At the end of the 1930s, groups of Jewish refugees, driven from their homes, lived in muddy fields by the roadside, on a rusty barge on the Danube or in half-decayed factory buildings. These people were stranded in the “no man’s land”, the territory between national borders.
The book examines the emergence of a no-man’s land in Central Eastern Europe between the Anschluss of Austria in March 1938 and the beginning of the Second World War in September 1939. It provides a transnational account of the expulsion of people from Austria, Germany and Czechoslovakia, the policy of closed borders and its consequences.
No Man’s Land is being explored simultaneously with the mass deprivation of citizenship in Poland and Czechoslovakia, which particularly affected Jewish refugees who wanted to return to their own country. The expulsions from the territories of these states and the revocation of passports were closely linked and resulted in forced residence in a stateless area.
The book not only describes the horrific wandering and hopeless waiting of the displaced in no-man’s land, but also analyses the role of the state and humanitarian organisations in their plight.
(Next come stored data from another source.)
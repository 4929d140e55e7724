import { formatOrder } from '@/lib/domain/numbers/format-order';
import { formatRatio } from '@/lib/domain/numbers/format-ratio';
import { defaultTolerance } from '@/lib/numerics/outcome/default-tolerance';
import type { FieldAssessment } from '@/lib/numerics/assessment';
import { markOfOutcome } from '../studies/mark-of-outcome';
import { Cell, HeadCell, Missing, RowHead } from '../tables/cells';
import { Head, Row, Table } from '../tables/table';
import { NormSymbol } from '../ui/symbols';
import { OutcomeWord } from '../ui/outcome-word';

function bandOf({ formalOrder, derivedOrder, tolerance, norm }: FieldAssessment): [number, number] | null {
  const order = derivedOrder ?? formalOrder;
  if (order === null) return null;
  const width = tolerance ?? defaultTolerance(norm, order);
  return [order - width, order + 2 * width];
}

function lastRatio({ grids, orders }: FieldAssessment): number | null {
  const errorOf = (label: string | undefined) => grids.find((grid) => grid.label === label)?.error;
  const [coarse, fine] = [errorOf(orders[0]?.coarse), errorOf(orders[0]?.fine)];
  return coarse && fine ? coarse / fine : null;
}

/** The outcome of each norm, and the observed order of each pair of grids, coarse to fine. */
export function NormTable({ fields }: { fields: readonly FieldAssessment[] }) {
  const pairs = [...new Set(fields.flatMap(({ orders }) => orders.map(({ coarse, fine }) => `${coarse}, ${fine}`)))].toReversed();
  return (
    <Table number={1} caption="Outcome, and the observed order of each pair of grids.">
      <Head>
        <tr>
          <HeadCell rowSpan={2}>Norm</HeadCell><HeadCell rowSpan={2}>Outcome</HeadCell><HeadCell rowSpan={2} num>Formal</HeadCell><HeadCell rowSpan={2} num>Band</HeadCell>
          {pairs.length > 0 && <HeadCell ofGroup colSpan={pairs.length}>Order of grids</HeadCell>}<HeadCell rowSpan={2} num>Last ratio</HeadCell>
        </tr>
        <tr>{pairs.map((pair) => <HeadCell key={pair} num>{pair}</HeadCell>)}</tr>
      </Head>
      <tbody>
        {fields.map((field) => {
          const band = bandOf(field);
          const mark = markOfOutcome(field.outcome, { reasons: field.reasons });
          const ratio = lastRatio(field);
          return (
            <Row key={field.norm}>
              <RowHead><NormSymbol norm={field.norm} /></RowHead>
              <Cell>{mark === null ? <Missing reason="Not judged: no formal order" /> : <OutcomeWord mark={mark} lineStart />}</Cell>
              <Cell num>{field.formalOrder ?? <Missing reason="No formal order" />}</Cell>
              <Cell num>{band === null ? <Missing reason="No formal order" /> : `${formatOrder(band[0])} to ${formatOrder(band[1])}`}</Cell>
              {pairs.map((pair) => {
                const order = field.orders.find(({ coarse, fine }) => `${coarse}, ${fine}` === pair)?.order ?? null;
                const isOutside = order !== null && band !== null && (order < band[0] || order > band[1]);
                return <Cell key={pair} num className={isOutside ? 'text-graphite' : ''}>{order === null ? <Missing reason="No order" /> : formatOrder(order, band ?? [])}</Cell>;
              })}
              <Cell num>{ratio === null ? <Missing reason="No pair of grids" /> : `÷ ${formatRatio(ratio)}`}</Cell>
            </Row>
          );
        })}
      </tbody>
    </Table>
  );
}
From isolated testimonies, it reconstructs the refugees’ experiences and possibilities for independent action, as well as the meanings attributed to No Man’s Land by contemporaries and later scholars.
While for the displaced, the forced stay in a space outside the state represented a terrifying experience of exclusion from society, for many others the existence of places and people outside the state remained unimaginable and incomprehensible.
Michal Frankl, Občané země nikoho: Uprchlíci a pohyblivé hranice středovýchodní Evropy 1938-1939 (Praha: NLN, 2023), 296 p.